Lab 1



Labs

Overview

This lab covers three primary topics: (a) working with git and GitHub collaboratively, (b) creating basic visualizations, and (c) working with textual data.You should plan to work together with your group.

The basics of the lab are to:

To receive full credit you must create and merge branches. The contributions across team members should also appear roughly equal.

Data

*We will learn to explore some data from the Department of Education for the first part of this lab that we saw in the class slides (https://github.com/datalorax/edld652)

*We’ll then work with Week 1 of the #tidytuesday data for 2019, specifically the #rstats dataset, containing nearly 500,000 tweets over a little more than a decade using that hashtag. The data is in the data folder of the course repo.

Installing edld652 data package

remotes::install_github("datalorax/edld652", force = TRUE)

Check to see if all is working

After you’ve done everything on the prior slide, run the following to make sure it’s working

library(edld652)
list_datasets()

Accessing a dataset

For example: Average cohort graduate rates for local education agency data, 2011 to 2019

acgd <- get_data("EDFacts_acgr_lea_2011_2019")
# acgd

Accessing documentation

acgdd <- get_documentation("EDFacts_acgr_lea_2011_2019")
# acgdd

Now let’s move on to the next Data

We’ll now work with Week 1 of the #tidytuesday data for 2019, specifically the #rstats dataset, containing nearly 500,000 tweets over a little more than a decade using that hashtag. The data is in the data folder of the course repo. Start with grabbing that data.

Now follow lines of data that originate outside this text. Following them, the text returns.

def test_rerun_replaces_the_set_and_manifest_hashes_inputs(trained, tiny_basin, tmp_path, capsys):
    two = _wells(tiny_basin, tmp_path / "two")
    out = tmp_path / "pred"
    stale = tmp_path / f".pred.staging-{_dead_pid()}-k3j2"  # left by a killed run
    stale.mkdir()
    (stale / "QM-K1.las").write_text("half a file")
    assert _predict(trained, tmp_path / "two", out) == ExitCode.OK
    assert not stale.exists() and _hidden(tmp_path) == []
    first = read_run_manifest(out)
    assert first["model"]["version"] == "v001" and first["command"][:2] == ["facies-ml", "predict"]
    assert {r["file"]: r["sha256"] for r in first["inputs"]} == {
        f.name: hashlib.sha256(f.read_bytes()).hexdigest() for f in two}
    assert set(first["outputs"]) == set(_snapshot(out)) - {MANIFEST_NAME}
    for name, digest in first["outputs"].items():
        assert hashlib.sha256((out / name).read_bytes()).hexdigest() == digest
    summary = json.loads((out / "summary.json").read_text())
    assert ".staging-" not in json.dumps(summary)
    # a rerun on one well replaces the whole set: the other well's files are gone
    one = _wells(tiny_basin, tmp_path / "one", n=1)
    assert _predict(trained, tmp_path / "one", out) == ExitCode.OK
    names = {p.stem for p in out.glob("*.las")}
    assert names == {one[0].stem}
    assert [r["file"] for r in read_run_manifest(out)["inputs"]] == [one[0].name]
    assert _hidden(tmp_path) == []


def test_all_wells_fail_exits_4_and_keeps_previous_results(trained, tiny_basin, tmp_path, capsys):
    out = tmp_path / "pred"
    _wells(tiny_basin, tmp_path / "good", n=1)
    assert _predict(trained, tmp_path / "good", out) == ExitCode.OK
    before = _snapshot(out)
    bad = tmp_path / "bad"
    bad.mkdir()
    for name in ("BROKEN1.las", "BROKEN2.las"):
        (bad / name).write_text("~Version\nVERS. 2.0:\n~Curve\n~A\n1 2 3\n")
    capsys.readouterr()
    assert _predict(trained, bad, out) == ExitCode.NO_WELL_DONE
    printed = capsys.readouterr().out
    assert "BROKEN1" in printed and "BROKEN2" in printed and "nothing written" in printed
    assert _snapshot(out) == before and _hidden(tmp_path) == []


def test_some_wells_fail_exits_3_with_the_others_written(trained, tiny_basin, tmp_path):
    wells = _wells(tiny_basin, tmp_path / "w")
    (tmp_path / "w" / "BROKEN.las").write_text("~Version\nVERS. 2.0:\n~Curve\n~A\n1 2 3\n")
    out = tmp_path / "pred"
    assert _predict(trained, tmp_path / "w", out) == ExitCode.SOME_WELLS_FAILED
    assert {p.stem for p in out.glob("*.las")} == {f.stem for f in wells}
    fails = pd.read_csv(out / "failures.csv")
    assert list(fails["well"]) == ["BROKEN"]
    manifest = read_run_manifest(out)
    assert (manifest["wells_done"], manifest["wells_failed"]) == (2, 1)


@pytest.mark.parametrize("error", ["internal", "disk_full", "sigterm"])
def test_run_failing_midway_leaves_previous_results_byte_identical(
        trained, tiny_basin, tmp_path, capsys, monkeypatch, error):
    wells = tmp_path / "w"
    _wells(tiny_basin, wells)
    out = tmp_path / "pred"
    assert _predict(trained, wells, out) == ExitCode.OK
    before = _snapshot(out)
    import facies_ml.batch as batch

    real = batch.write_prediction_parquet
    calls = []

    def second_call_fails(pred, path, table=None):
        calls.append(path)
        if len(calls) == 2:  # the first well's files are already written
            if error == "disk_full":
                raise OSError(errno.ENOSPC, "No space left on device", str(path))
            if error == "sigterm":  # `kill PID` while writing: cleaned up like Ctrl-C
                os.kill(os.getpid(), signal.SIGTERM)
                time.sleep(5)  # the handler interrupts this sleep
            raise RuntimeError("writer broke")
        return real(pred, path, table)

    monkeypatch.setattr(batch, "write_prediction_parquet", second_call_fails)
    capsys.readouterr()
    rc = _predict(trained, wells, out)
    line = _err_line(capsys)
    if error == "disk_full":
        assert rc == ExitCode.BAD_INPUT and "disk is full" in line and "untouched" in line
    elif error == "sigterm":
        assert rc == ExitCode.INTERRUPTED and "interrupted" in line
        assert signal.getsignal(signal.SIGTERM) is signal.SIG_DFL  # handler restored
    else:
        assert rc == ExitCode.INTERNAL_ERROR and "writer broke" in line
    assert len(calls) == 2
    assert _snapshot(out) == before and _hidden(tmp_path) == []


def test_refused_out_folders(trained, tiny_basin, tmp_path, capsys):
    foreign = tmp_path / "documents"
    foreign.mkdir()
    (foreign / "report.docx").write_text("someone's work")
    wells = _wells(tiny_basin, tmp_path / "w", n=1)
    assert _predict(trained, tmp_path / "w", foreign) == ExitCode.BAD_INPUT
    assert "not written by a facies_ml run" in _err_line(capsys)
    assert _snapshot(foreign) == {"report.docx": b"someone's work"}
    # an --out that holds the wells (or the model) would be replaced with them
    assert _predict(trained, wells[0], tmp_path) == ExitCode.BAD_INPUT
    assert "holds the wells input" in _err_line(capsys)
    assert _predict(trained, tmp_path / "w", trained) == ExitCode.BAD_INPUT
    assert "holds the model input" in _err_line(capsys)
    assert _hidden(tmp_path) == []


def test_duplicate_well_names_refused_naming_both_files(trained, tiny_basin, tmp_path, capsys):
    wells = _wells(tiny_basin, tmp_path / "w")
    dup = tmp_path / "w" / "zz_copy.las"
    shutil.copy(wells[0], dup)  # same WELL item in the header, another file name
    name = lasio.read(wells[0]).well["WELL"].value
    out = tmp_path / "pred"
    assert _predict(trained, tmp_path / "w", out) == ExitCode.SOME_WELLS_FAILED
    fails = pd.read_csv(out / "failures.csv")
    assert sorted(Path(f).name for f in fails["file"]) == sorted([wells[0].name, dup.name])
    assert (fails["well"] == name).all()
    assert all(wells[0].name in r and dup.name in r for r in fails["reason"])
    assert not list(out.glob(f"{name}.*"))
    tops = pd.read_csv(out / "tops.csv", comment="#")
    assert name not in set(tops["well"]) and set(tops["well"]) == {wells[1].stem}
    printed = capsys.readouterr().out
    assert dup.name in printed and wells[0].name in printed


def test_rank_cores_out_is_a_run_folder(trained, tiny_basin, tmp_path, capsys):
    out = tmp_path / "rank"
    rc = main(["rank-cores", "--model-dir", str(trained), "--wells", str(tiny_basin),
               "--out", str(out)])
    assert rc == ExitCode.OK
    ranking = pd.read_csv(out / "core_next_ranking.csv")
    cored = set(pd.read_csv(_core(tiny_basin))["well"])
    assert len(ranking) >= 1 and not set(ranking["well"]) & cored
    assert read_run_manifest(out)["model"]["version"] == "v001"


def _dead_pid() -> int:
    proc = subprocess.Popen([sys.executable, "-c", "pass"])
    proc.wait()
    return proc.pid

In this part of the lab you will do:

1. Initial exploration

Create histograms and density plots of the display_text_width. Try at least four different binning methods and select what you think best represents the data for each. Provide a brief justification for your decision.

2. Look for “plot”

Search the text column for the work “plot”. Report the proportion of posts containing this word.

3. Plot rough draft

Create the following figure of the 15 most common words represented in the posts.

Some guidance

4. Stylized Plot

Style the plot so it (mostly) matches the below. It does not need to be exact, but it should be close.

Finishing up

It is expected that this lab will take you more time than we will devote to it in class. Class time should be used to clarify any points of confusion and if you run into issues after class, please get in touch with me so we can arrange a time to meet and I can help you.

Once you have finished, please go to Canvas and submit a link to your shared repo. Credit will be awarded based on the commit history.